## [Activity]
Collect all lines containing the word "compressible" from the data.

(Beginning of Provided records)

//! Where planes come from: files, memory or formulas, all behind one trait that nobody downstream looks behind.

use std::marker::PhantomData;
use std::ops::Deref;

use crate::base::error::Result;
use crate::base::real::Real;
use crate::space::grid::Grid;

/// Which fields a snapshot carries. Components are always ordered u, v, w, then bx, by, bz, then buoyancy.
#[derive(Debug, Clone, Copy, PartialEq, Eq, Default)]
pub struct Fields {
    /// Velocity present.
    pub velocity: bool,
    /// Magnetic field present.
    pub magnetic: bool,
    /// Buoyancy present.
    pub buoyancy: bool,
    /// The flow is compressible (a density was given): criteria made for solenoidal flow take the gradient without its trace.
    pub compressible: bool,
}

impl Fields {
    /// A velocity alone.
    pub const VELOCITY: Fields = Fields { velocity: true, magnetic: false, buoyancy: false, compressible: false };
    /// A magnetic field alone.
    pub const MAGNETIC: Fields = Fields { velocity: false, magnetic: true, buoyancy: false, compressible: false };
    /// Velocity and magnetic field.
    pub const BOTH: Fields = Fields { velocity: true, magnetic: true, buoyancy: false, compressible: false };

    /// Number of scalar components.
    pub fn components(self) -> usize {
        3 * (usize::from(self.velocity) + usize::from(self.magnetic)) + usize::from(self.buoyancy)
    }

    /// Names of the components in their order.
    pub fn names(self) -> Vec<&'static str> {
        let sets = [(self.velocity, &["u", "v", "w"][..]), (self.magnetic, &["bx", "by", "bz"]), (self.buoyancy, &["buoyancy"])];
        sets.into_iter().filter(|(there, _)| *there).flat_map(|(_, names)| names.iter().copied()).collect()
    }

    /// Index of the first magnetic component.
    pub fn first_magnetic(self) -> usize {
        if self.velocity { 3 } else { 0 }
    }
}

/// A snapshot as a supplier of z-planes.
pub trait PlaneSource<T: Real>: Send {
    /// The grid.
    fn grid(&self) -> &Grid;

    /// The fields.
    fn fields(&self) -> Fields;

    /// Reads the planes `z0..z1` of every component.
    ///
    /// `out` has one slice a component, each `(z1 - z0) * ny * nx` long, filled z slowest and x fastest.
    ///
    /// # Errors
    /// `Input` when the file cannot be read.
    ///
    /// # Panics
    /// When `z1` exceeds the number of planes or a slice has another length.
    fn read(&mut self, z0: usize, z1: usize, out: &mut [&mut [T]]) -> Result<()>;

    /// Planes that are cheapest to read together (the chunk depth of a chunked file), 1 where it does not matter.
    fn natural_planes(&self) -> usize {
        1
    }

    /// Whether every read costs much more than copying memory (decompression, transposition).
    fn is_costly(&self) -> bool {
        false
    }

    /// The whole components, `nz * ny * nx` values each, where they are in memory: nothing has to be read then.
    fn held(&self) -> Option<Vec<&[T]>> {
        None
    }

    /// Planes that have to be decoded together (the depth of a compressed chunk), 1 where nothing is decoded: reading fewer at a
    /// time decodes some values more than once, unless [`reader_bytes`](PlaneSource::reader_bytes) has room for them.
    fn decoded_planes(&self) -> usize {
        1
    }

    /// Bytes the source itself holds at most, besides the slices it fills, when so many planes are read at a time: indices,
    /// buffers, caches. Asked inside the pool that reads it.
    fn reader_bytes(&self, planes: usize) -> u64 {
        let _ = planes;
        0
    }
}

/// A source of either precision.
pub enum AnySource {
    /// Single precision.
    F32(Box<dyn PlaneSource<f32>>),
    /// Double precision.
    F64(Box<dyn PlaneSource<f64>>),
}

impl AnySource {
    /// The grid.
    pub fn grid(&self) -> &Grid {
        match self {
            AnySource::F32(s) => s.grid(),
            AnySource::F64(s) => s.grid(),
        }
    }

    /// The fields.
    pub fn fields(&self) -> Fields {
        match self {
            AnySource::F32(s) => s.fields(),
            AnySource::F64(s) => s.fields(),
        }
    }
}

/// Whole components in memory.
pub struct MemorySource<T, C = Vec<T>> {
    grid: Grid,
    fields: Fields,
    components: Vec<C>,
    values: PhantomData<T>,
}

impl<T: Real, C: Deref<Target = [T]>> MemorySource<T, C> {
    /// Components in the order u, v, w, bx, by, bz (those present), each `nz * ny * nx` long, x fastest.
    ///
    /// # Panics
    /// When the number of components or a length does not fit.
    pub fn new(grid: Grid, fields: Fields, components: Vec<C>) -> Self {
        assert_eq!(components.len(), fields.components(), "number of components");
        for c in &components {
            assert_eq!(c.len() as u64, grid.cells(), "cells of a component");
        }
        MemorySource { grid, fields, components, values: PhantomData }
    }
}

impl<T: Real, C: Deref<Target = [T]> + Send> PlaneSource<T> for MemorySource<T, C> {
    fn grid(&self) -> &Grid {
        &self.grid
    }

    fn fields(&self) -> Fields {
        self.fields
    }

    fn held(&self) -> Option<Vec<&[T]>> {
        Some(self.components.iter().map(|c| &**c).collect())
    }

    fn read(&mut self, z0: usize, z1: usize, out: &mut [&mut [T]]) -> Result<()> {
        let p = self.grid.plane_cells();
        for (c, o) in self.components.iter().zip(out) {
            o.copy_from_slice(&c[z0 * p..z1 * p]);
        }
        Ok(())
    }
}

/// Values computed from a formula when asked for: `f(x, y, z)` in physical coordinates returns all components.
pub struct FormulaSource<F> {
    grid: Grid,
    fields: Fields,
    formula: F,
}

impl<F: Fn([f64; 3]) -> [f64; 6] + Sync + Send> FormulaSource<F> {
    /// The formula returns u, v, w, bx, by, bz; only the fields present are used, and a snapshot of b alone takes the last three.
    pub fn new(grid: Grid, fields: Fields, formula: F) -> Self {
        FormulaSource { grid, fields, formula }
    }
}

impl<T: Real, F: Fn([f64; 3]) -> [f64; 6] + Sync + Send> PlaneSource<T> for FormulaSource<F> {
    fn grid(&self) -> &Grid {
        &self.grid
    }

    fn fields(&self) -> Fields {
        self.fields
    }

    fn read(&mut self, z0: usize, z1: usize, out: &mut [&mut [T]]) -> Result<()> {
        let g = &self.grid;
        let first = if self.fields.velocity { 0 } else { 3 };
        let mut i = 0;
        for z in z0..z1 {
            for y in 0..g.n[1] {
                for x in 0..g.n[0] {
                    let p = [g.position(0, x as f64), g.position(1, y as f64), g.position(2, z as f64)];
                    let v = (self.formula)(p);
                    for (c, o) in out.iter_mut().enumerate() {
                        o[i] = T::of(v[first + c]);
                    }
                    i += 1;
                }
            }
        }
        Ok(())
    }
}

(End of Provided records)

## [Response to this task]
    /// The flow is compressible (a density was given): criteria made for solenoidal flow take the gradient without its trace.
    pub compressible: bool,
    pub const VELOCITY: Fields = Fields { velocity: true, magnetic: false, buoyancy: false, compressible: false };
    pub const MAGNETIC: Fields = Fields { velocity: false, magnetic: true, buoyancy: false, compressible: false };
    pub const BOTH: Fields = Fields { velocity: true, magnetic: true, buoyancy: false, compressible: false };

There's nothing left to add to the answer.